(INFORMATION GIVEN)
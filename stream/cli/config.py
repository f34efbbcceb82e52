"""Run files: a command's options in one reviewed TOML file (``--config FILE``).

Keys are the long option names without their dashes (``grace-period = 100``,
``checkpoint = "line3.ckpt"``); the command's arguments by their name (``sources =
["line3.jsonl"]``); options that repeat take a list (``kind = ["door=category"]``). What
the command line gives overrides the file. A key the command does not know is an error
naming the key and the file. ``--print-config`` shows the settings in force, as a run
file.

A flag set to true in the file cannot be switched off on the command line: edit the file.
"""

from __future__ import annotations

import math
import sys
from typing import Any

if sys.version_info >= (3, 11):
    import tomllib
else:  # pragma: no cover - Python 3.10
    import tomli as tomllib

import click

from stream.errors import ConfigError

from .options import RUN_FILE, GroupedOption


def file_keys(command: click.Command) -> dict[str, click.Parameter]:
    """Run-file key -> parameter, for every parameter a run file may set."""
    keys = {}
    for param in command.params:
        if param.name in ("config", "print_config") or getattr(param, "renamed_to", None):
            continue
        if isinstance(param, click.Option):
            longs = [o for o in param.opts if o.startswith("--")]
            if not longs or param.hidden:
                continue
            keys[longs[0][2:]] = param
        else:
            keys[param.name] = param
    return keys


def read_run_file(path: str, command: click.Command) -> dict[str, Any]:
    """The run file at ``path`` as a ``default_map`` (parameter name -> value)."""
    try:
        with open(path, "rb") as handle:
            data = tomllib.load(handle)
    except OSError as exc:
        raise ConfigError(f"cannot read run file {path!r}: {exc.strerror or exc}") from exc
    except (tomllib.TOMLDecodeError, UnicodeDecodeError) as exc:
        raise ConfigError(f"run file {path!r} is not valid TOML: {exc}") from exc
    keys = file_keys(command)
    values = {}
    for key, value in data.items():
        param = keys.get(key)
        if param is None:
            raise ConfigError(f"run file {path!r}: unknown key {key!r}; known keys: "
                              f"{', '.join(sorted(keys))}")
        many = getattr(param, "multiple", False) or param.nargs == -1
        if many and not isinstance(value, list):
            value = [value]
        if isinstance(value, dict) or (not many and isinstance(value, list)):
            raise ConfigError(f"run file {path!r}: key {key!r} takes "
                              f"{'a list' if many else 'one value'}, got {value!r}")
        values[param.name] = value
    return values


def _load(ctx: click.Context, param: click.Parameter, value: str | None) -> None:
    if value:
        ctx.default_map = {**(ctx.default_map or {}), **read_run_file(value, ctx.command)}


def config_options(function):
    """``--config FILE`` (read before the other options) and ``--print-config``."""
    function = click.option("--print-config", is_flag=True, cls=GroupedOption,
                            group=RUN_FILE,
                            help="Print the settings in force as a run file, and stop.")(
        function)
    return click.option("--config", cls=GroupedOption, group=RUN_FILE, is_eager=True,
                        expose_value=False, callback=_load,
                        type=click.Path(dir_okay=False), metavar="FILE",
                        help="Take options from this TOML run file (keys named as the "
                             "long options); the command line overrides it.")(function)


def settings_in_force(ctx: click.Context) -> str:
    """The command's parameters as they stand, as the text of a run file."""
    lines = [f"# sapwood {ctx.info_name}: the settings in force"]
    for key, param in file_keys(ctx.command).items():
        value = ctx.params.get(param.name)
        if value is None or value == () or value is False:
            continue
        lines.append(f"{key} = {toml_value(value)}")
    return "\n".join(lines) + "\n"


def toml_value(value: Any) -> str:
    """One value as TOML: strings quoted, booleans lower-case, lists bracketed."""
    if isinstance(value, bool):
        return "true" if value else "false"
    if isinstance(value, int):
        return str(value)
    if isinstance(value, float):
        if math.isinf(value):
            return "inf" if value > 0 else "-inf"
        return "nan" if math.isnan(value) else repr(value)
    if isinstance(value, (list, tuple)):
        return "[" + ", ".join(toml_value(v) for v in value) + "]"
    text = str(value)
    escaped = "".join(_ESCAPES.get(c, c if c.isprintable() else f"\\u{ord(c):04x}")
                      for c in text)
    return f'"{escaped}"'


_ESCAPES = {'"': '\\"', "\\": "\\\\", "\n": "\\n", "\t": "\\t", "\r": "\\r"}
(End INFORMATION GIVEN)
WHAT THIS TASK INVOLVES: Every line in the entries above that mentions the word "handle" must be shown.

ANSWER BOX:
        with open(path, "rb") as handle:
            data = tomllib.load(handle)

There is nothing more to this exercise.